Elan’s standard accounting policy for milestones under US GAAP is to apply the substantive milestone method of accounting. This method requires that substantive effort must have been applied to achieve the milestone prior to revenue recognition. If substantive effort has been applied, the milestone is recognised as revenue, subject to it being earned, non-refundable and not subject to future legal obligation. Substantive effort may be demonstrated by factors including the risks associated with achieving the milestone, the period of time over which effort was expended to achieve the milestone, the economic basis for the milestone payment and licensing arrangement, and the costs and staffing to achieve the milestone.
This requires an examination of the facts and circumstances of each contract. The substantive milestone method will not be applied if the economic basis for the milestones is other than for substantive effort. It is expected that the substantive milestone method will be appropriate for most contracts.
If Elan determines that the substantive milestone method is not appropriate, Elan will apply the performance method under US GAAP. This method recognises as revenue the percentage of cumulative non-refundable cash payments earned under the contract, based on the percentage of costs incurred to date compared to the total costs expected under the contract. This is subject to the milestone being earned, non-refundable and not subject to future legal obligation.
Elan proposes that the additional disclosure set out below be incorporated into its Annual Report on Form 20-F for the year ended December 31, 2001 (blacklined to text on page 109 of its Form 20-F for the year ended December 31, 2000).
Following the adoption of SAB 101, Elan defers and amortises up-front licence fees to the income statement over the ‘performance period’. The performance period is the period over which Elan expects to provide services to the licencee. It is determined by the provisions of, and by the facts and circumstances of the relevant contract. Generally, milestone payments have been treated similarly under both Irish and US GAAP. They have been recognised when earned and non-refundable, and when Elan has no future legal obligation pursuant to the milestone payment. However, the actual accounting for milestones depends on the facts and circumstances of each contract. In certain cases milestones may be deferred and amortised under US GAAP, whilst under Irish GAAP immediate recognition may be appropriate.
Elan applies the substantive milestone method in accounting for milestone payments under US GAAP. This method requires that substantive effort must have been applied to achieve the milestone prior to revenue recognition.
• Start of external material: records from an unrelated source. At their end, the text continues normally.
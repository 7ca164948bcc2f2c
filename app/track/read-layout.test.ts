import fc from 'fast-check'
import { describe, expect, it } from 'vitest'
import { makePlane } from '~/track/plane'
import { type LayoutReading, largestFile, readLayout } from '~/track/read-layout'
import { loopLength, samples, sandbarLoop } from '../../tests/fixtures/circuits/make'
import { lineString, oval, text } from '../../tests/fixtures/circuits/shapes'

const lengthOf = (reading: LayoutReading): number => {
  if (!reading.ok) return Number.NaN
  const { positions } = reading.layout
  const spots = positions.map(makePlane(positions).toPlane)
  return spots.reduce((sum, spot, i) => {
    const next = spots[(i + 1) % spots.length]!
    return sum + Math.hypot(next.x - spot.x, next.y - spot.y)
  }, 0)
}

const firstMessage = (reading: LayoutReading) => (reading.ok ? '' : (reading.problems[0]?.message ?? ''))

const codes = (reading: LayoutReading) => (reading.ok ? reading.warnings : reading.problems).map(({ code }) => code)

describe('Every way in which the Sandbar Loop comes', () => {
  const truth = loopLength(sandbarLoop())
  const options = { 'sandbar-metres.csv': { anchor: [-14, 55] as const } }

  it.each(Object.keys(samples))('%s is read with the loop’s length within half a per cent', (name) => {
    const reading = readLayout(text(samples[name]!()), name, options[name as keyof typeof options])
    expect(reading).toMatchObject({ ok: true })
    expect(Math.abs(lengthOf(reading) / truth - 1)).toBeLessThan(0.005)
  })

  it('the drawn ones run the way they are driven', () => {
    const readings = ['sandbar-pieces.geojson', 'sandbar.kml', 'sandbar-semicolon.csv'].map((name) =>
      readLayout(text(samples[name]!()), name),
    )
    const areas = readings.map((reading) => {
      const { positions } = (reading as Extract<LayoutReading, { ok: true }>).layout
      return positions.reduce((sum, [x, y], i) => {
        const [nextX, nextY] = positions[(i + 1) % positions.length]!
        return sum + x * nextY - nextX * y
      }, 0)
    })
    expect(areas.map(Math.sign)).toEqual([1, 1, 1])
  })

  it('the first position is not repeated at the end', () => {
    for (const [name, make] of Object.entries(samples)) {
      const reading = readLayout(text(make()), name, { anchor: [-14, 55] })
      const { positions } = (reading as Extract<LayoutReading, { ok: true }>).layout
      expect(positions.at(-1)).not.toEqual(positions[0])
    }
  })

  it('a name in the file is the layout’s name', () => {
    expect(readLayout(text(samples['sandbar.kml']!()), 'sandbar.kml')).toMatchObject({
      layout: { name: 'Sandbar Loop' },
    })
    expect(readLayout(text(samples['sandbar.gpx']!()), 'sandbar.gpx')).toMatchObject({
      layout: { name: 'Sandbar Loop' },
    })
  })
})

describe('What a message says', () => {
  it('names the file, the place and the remedy', () => {
    const bytes = text('lon,lat\n-14.01,55.01\n-14.02,155.02\n')
    expect(readLayout(bytes, 'shore.csv')).toEqual({
      ok: false,
      problems: [
        {
          code: 'swapped-axes',
          message:
            'shore.csv, line 3: Longitude and latitude look swapped: 155.02 stands where a latitude belongs. Put the longitude first.',
          where: 'line 3',
        },
      ],
    })
  })

  it('tells the gap of a line that does not close, and that it can be closed', () => {
    const reading = readLayout(lineString(oval(60).slice(0, 55), { open: true }), 'shore.geojson')
    expect(reading).toMatchObject({ ok: false, problems: [{ code: 'ring-open', remedy: 'close' }] })
    const message = firstMessage(reading)
    expect(message).toMatch(
      /^shore\.geojson: The centreline does not close\. The last point is \d{3}\u00A0m from the first\./,
    )
  })

  it('shows a file’s name on one line and cut short', () => {
    const reading = readLayout(text(''), `${'long'.repeat(80)}\n\u202E.gpx`)
    const message = firstMessage(reading)
    expect(message.startsWith(`${'long'.repeat(30)}…: `)).toBe(true)
  })
})

describe('Remedies', () => {
  it('a wide gap is closed when asked for', () => {
    const open = lineString(oval(60).slice(0, 50), { open: true })
    expect(readLayout(open, 'a.geojson')).toMatchObject({ ok: false })
    const closed = readLayout(open, 'a.geojson', { close: true })
    expect(closed).toMatchObject({ ok: true })
    expect(codes(closed)).toEqual(['ring-closed'])
  })

  it('metres are laid round the anchor that is given', () => {
    const bytes = text(samples['sandbar-metres.csv']!())
    expect(readLayout(bytes, 'm.csv')).toMatchObject({
      ok: false,
      problems: [{ code: 'anchor-needed', remedy: 'give-anchor' }],
    })
    const reading = readLayout(bytes, 'm.csv', { anchor: [179.998, -41.5] })
    const { positions } = (reading as Extract<LayoutReading, { ok: true }>).layout
    expect(positions.some(([lon]) => lon < -179.9)).toBe(true)
    expect(lengthOf(reading)).toBeCloseTo(lengthOf(readLayout(bytes, 'm.csv', { anchor: [-14, 55] })), 1)
    expect(codes(readLayout(bytes, 'm.csv', { anchor: [10, 95] }))).toEqual(['anchor-out-of-range'])
  })
})

describe('Any bytes end in an answer', () => {
  const names = ['a.geojson', 'a.json', 'a.gpx', 'a.kml', 'a.csv', 'a.txt', 'a', '']
  const answers = (bytes: Uint8Array, name: string) => {
    const reading = readLayout(bytes, name, { anchor: [3, 4] })
    if (!reading.ok) return reading.problems.length > 0 && reading.problems.every(({ message }) => message.length > 10)
    const { positions } = reading.layout
    return (
      positions.length >= 8 &&
      positions.every(([lon, lat]) => Math.abs(lon) <= 180 && Math.abs(lat) <= 90) &&
      lengthOf(reading) >= 300
    )
  }

  it('random bytes', () => {
    fc.assert(
      fc.property(fc.uint8Array({ maxLength: 300 }), fc.constantFrom(...names), (bytes, name) => answers(bytes, name)),
      { numRuns: 500 },
    )
  })

  it('random text of the signs that the formats are made of', () => {
    const sign = fc.constantFrom(
      ...'{}[]":,0123456789.-eE<>/=?! \n\r\t;#lonatxygpk'.split(''),
      '<gpx>',
      '<trkpt lat="1" lon="2"/>',
      '"type":"LineString"',
      'coordinates',
      '<!--',
      ']]>',
      '<![CDATA[',
      '&amp;',
      '\u0000',
      '\uFEFF',
    )
    fc.assert(
      fc.property(fc.array(sign, { maxLength: 80 }), fc.constantFrom(...names), (signs, name) =>
        answers(text(signs.join('')), name),
      ),
      { numRuns: 1000 },
    )
  })

  it.each(Object.keys(samples).filter((name) => !name.includes('ten')))(
    '%s with bytes changed, or cut off anywhere',
    (name) => {
      const whole = text(samples[name]!())
      const change = fc.tuple(fc.nat(whole.length - 1), fc.nat(255))
      fc.assert(
        fc.property(
          fc.array(change, { maxLength: 6 }),
          fc.integer({ min: 0, max: 2 * whole.length }),
          (changes, length) => {
            const bytes = whole.slice(0, length)
            for (const [at, byte] of changes) if (at < bytes.length) bytes[at] = byte
            return answers(bytes, name)
          },
        ),
        { numRuns: 150 },
      )
    },
  )
})

describe('The file before it is read', () => {
  it.each([
    ['nothing', new Uint8Array(), 'a.gpx', 'file-empty'],
    ['blanks only', text(' \n\t '), 'a.csv', 'file-empty'],
    ['a byte order mark alone', new Uint8Array([0xef, 0xbb, 0xbf]), 'a.csv', 'file-empty'],
    ['a byte more than 20 MB', new Uint8Array(largestFile + 1).fill(32), 'a.csv', 'file-too-large'],
    ['a zip archive', new Uint8Array([0x50, 0x4b, 3, 4, 20]), 'a.kml', 'not-the-format'],
    ['a PNG picture', new Uint8Array([0x89, 0x50, 0x4e, 0x47, 13, 10]), 'a.gpx', 'not-the-format'],
    ['zero bytes', new Uint8Array(90), 'a.csv', 'not-the-format'],
    ['a web page', text('<!DOCTYPE html><html><body>Sign in</body></html>'), 'a.gpx', 'not-the-format'],
    ['a web page in small letters', text('<!doctype html><p>Sign in<br>'), 'a.csv', 'not-the-format'],
    ['a web page without a document type', text('<html><head></head></html>'), 'a.kml', 'not-the-format'],
    ['XML of another kind', text('<svg xmlns="http://www.w3.org/2000/svg"/>'), 'a.xml', 'not-the-format'],
    ['GeoJSON named as GPX', lineString(oval(40)), 'a.gpx', 'not-the-format'],
    ['GeoJSON named as CSV', lineString(oval(40)), 'a.csv', 'not-the-format'],
    ['KML named as GPX', text('<kml/>'), 'a.gpx', 'not-the-format'],
    ['text named as GeoJSON', text('lon,lat\n1,2\n'), 'a.geojson', 'not-the-format'],
    ['an encoding nobody knows', text('<?xml version="1.0" encoding="sand-7"?><gpx/>'), 'a.gpx', 'unknown-encoding'],
  ])('%s is refused', (_, bytes, name, code) => {
    expect(codes(readLayout(bytes, name))).toEqual([code])
  })

  it('a file without an ending is read by its content', () => {
    expect(readLayout(lineString(oval(40)), 'centreline')).toMatchObject({ ok: true, format: 'geojson' })
  })

  it('byte order marks of UTF-8 and of UTF-16 in both orders are left out with a warning', () => {
    const content = new TextDecoder().decode(lineString(oval(40)))
    const little = new Uint8Array(new Uint16Array(Array.from(`\uFEFF${content}`, (c) => c.charCodeAt(0))).buffer)
    const big = little.map((_, i) => little[i ^ 1]!)
    const readings = [text(`\uFEFF${content}`), little, big].map((bytes) => readLayout(bytes, 'a.geojson'))
    expect(readings.map(codes)).toEqual([['byte-order-mark'], ['byte-order-mark'], ['byte-order-mark']])
    expect(readings.map((reading) => reading.ok && reading.layout.positions.length)).toEqual([40, 40, 40])
  })

  it('XML in an encoding that its declaration names is read', () => {
    const head = '<?xml version="1.0" encoding="ISO-8859-1"?><gpx><rte><name>D\u00FCne</name>'
    const points = new TextDecoder().decode(lineString(oval(40)))
    const route = (JSON.parse(points) as { coordinates: number[][] }).coordinates.map(
      ([lon, lat]) => `<rtept lat="${lat}" lon="${lon}"/>`,
    )
    const bytes = Uint8Array.from(`${head}${route.join('')}</rte></gpx>`, (c) => c.charCodeAt(0))
    expect(readLayout(bytes, 'd.gpx')).toMatchObject({ ok: true, layout: { name: 'D\u00FCne' } })
  })
})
If substantive effort has been applied, the milestone is recognised as revenue, subject to it being earned, non-refundable and not subject to future legal obligation. This requires an examination of the facts and circumstances of each contract. Substantive effort may be demonstrated by factors including the risks associated with achieving the milestone, the period of time over which effort was expended to achieve the milestone, the economic basis for the milestone payment and licensing arrangement, and the costs and staffing to achieve the milestone. It is expected that the substantive milestone method will be appropriate for most contracts. If Elan determines the substantive milestone method is not appropriate, Elan will apply the performance method to the relevant contract under US GAAP. This method recognises as revenue the percentage of cumulative non-refundable cash payments earned under the contract, based on the percentage of costs incurred to date compared to the total costs expected under the contract. This is subject to the milestone being earned, non-refundable and not subject to future legal obligation.